» Material provided:
########

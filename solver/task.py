"""What is handed to workers and what they hand back: plain data that pickles small."""

from collections.abc import Iterator
from dataclasses import dataclass, field
from typing import ClassVar

import numpy as np

from solver.budget import GridUse
from solver.experiment import Amplifier, Experiment, Receiver
from solver.findings import Invariants, LinearRegime, Picture, Scales
from solver.grid import Field, Real


@dataclass(frozen=True)
class Leg:
    """From one watched distance to the next.

    samples: in the window. steps: of the whole line, were they all as long as on this leg.
    """

    samples: int
    steps: int


Schedule = tuple[Leg, ...]
"""What each leg of a line is computed with."""

CHUNK = 16
"""Realizations whose sums are kept together, on grids of ordinary size."""
APART = "apart"
"""Outcome of a point whose receiver needs shorter steps than those beside it: it goes alone."""
PILOTED = 4
"""Realizations on which the schedule is found and the discretization error is measured."""


def chunks(samples: int, first: int, count: int) -> Iterator[range]:
    """The realizations from ``first`` on, in parts that are computed and added up together.

    They begin at fixed numbers, so that the bits do not depend on how tasks are cut; parts of
    large grids are smaller, the first one never smaller than a pilot needs.
    """
    size = chunk_size(samples)
    while count > 0:
        stop = max(size, PILOTED) if first == 0 else first + size - first % size
        yield range(first, first + min(count, stop - first))
        count -= stop - first
        first = stop


def chunk_size(samples: int) -> int:
    """Realizations in a chunk, a power of two."""
    return max(1, min(CHUNK, CHUNK * 8192 // samples))


def map_parts(experiment: Experiment) -> int:
    """Parts in which the live map is computed, so that it can be watched growing."""
    return 16 if experiment.ensemble.samples > 2**14 else 4


@dataclass(frozen=True)
class Task:
    """One piece of work of a study; ``key`` is unique in it, larger ``priority`` goes first."""

    kind: ClassVar[str]
    key: str
    variant: int
    point: int
    priority: int
    experiment: Experiment = field(repr=False)


@dataclass(frozen=True)
class Beside:
    """Another point that sees the same light at the end of the line, and what it sees it with."""

    variant: int
    point: int
    preamplifier: Amplifier
    receiver: Receiver


@dataclass(frozen=True)
class RoundTask(Task):
    """Realizations ``first`` to ``first + count − 1`` of a point, in chunks whose sums are kept
    apart; ``schedule`` is None in the first round, which finds it.

    beside: further points of which the same fields tell, without being propagated again.
    """

    kind: ClassVar[str] = "round"
    first: int
    count: int
    schedule: Schedule | None
    beside: tuple[Beside, ...] = ()

    @property
    def places(self) -> list[tuple[int, int]]:
        """(variant, point) of all points that the task tells of, its own first."""
        return [(self.variant, self.point), *((b.variant, b.point) for b in self.beside)]

    def experiments(self) -> list[Experiment]:
        """Those of :attr:`places`."""
        alike = [
            self.experiment.model_copy(
                update={"preamplifier": other.preamplifier, "receiver": other.receiver}
            )
            for other in self.beside
        ]
        return [self.experiment, *alike]


@dataclass(frozen=True)
class MapTask(Task):
    """Part ``part`` of the map of realization 0; ``field`` is what the part before it ended with
    and ``leg`` how, both None at the launch."""

    kind: ClassVar[str] = "map"
    part: int
    field: Field | None = None
    leg: Leg | None = None


@dataclass(frozen=True)
class Findings:
    """What the first round finds out for the whole point."""

    schedule: Schedule
    steps: int
    discretization_error: float
    picture: Picture
    linear: LinearRegime
    invariants: Invariants
    scales: Scales
    use: GridUse


@dataclass(frozen=True)
class RoundOutcome:
    """Features of a round's realizations, or the outcome that ended it early.

    blocks: (realizations, block features); sums: (chunks, 2, mean features). transforms: of
    batches, for each chunk; seconds: what the task took, which decides nothing but how many
    realizations the next ones get. beside: the outcomes of the points beside.
    """

    outcome: str
    advice: str = ""
    blocks: Real = field(default_factory=lambda: np.zeros((0, 0)))
    sums: Real = field(default_factory=lambda: np.zeros((0, 2, 0)))
    transforms: tuple[int, ...] = ()
    seconds: float = 0.0
    findings: Findings | None = None
    beside: "tuple[RoundOutcome, ...]" = ()


@dataclass(frozen=True)
class MapPart:
    """Rows of a map from ``first_row`` on, and the field to go on with (None: the last part).

    Without a picture where the field did not fit its grid, as ``outcome`` then says.
    """

    outcome: str
    first_row: int = 0
    picture: Picture | None = None
    field: Field | None = None
    leg: Leg | None = None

########

From the entries above, restate word for word the lines from the line containing "on which the" to the line containing "added up together.", both ends included, and nothing more.

"""Realizations on which the schedule is found and the discretization error is measured."""


def chunks(samples: int, first: int, count: int) -> Iterator[range]:
    """The realizations from ``first`` on, in parts that are computed and added up together.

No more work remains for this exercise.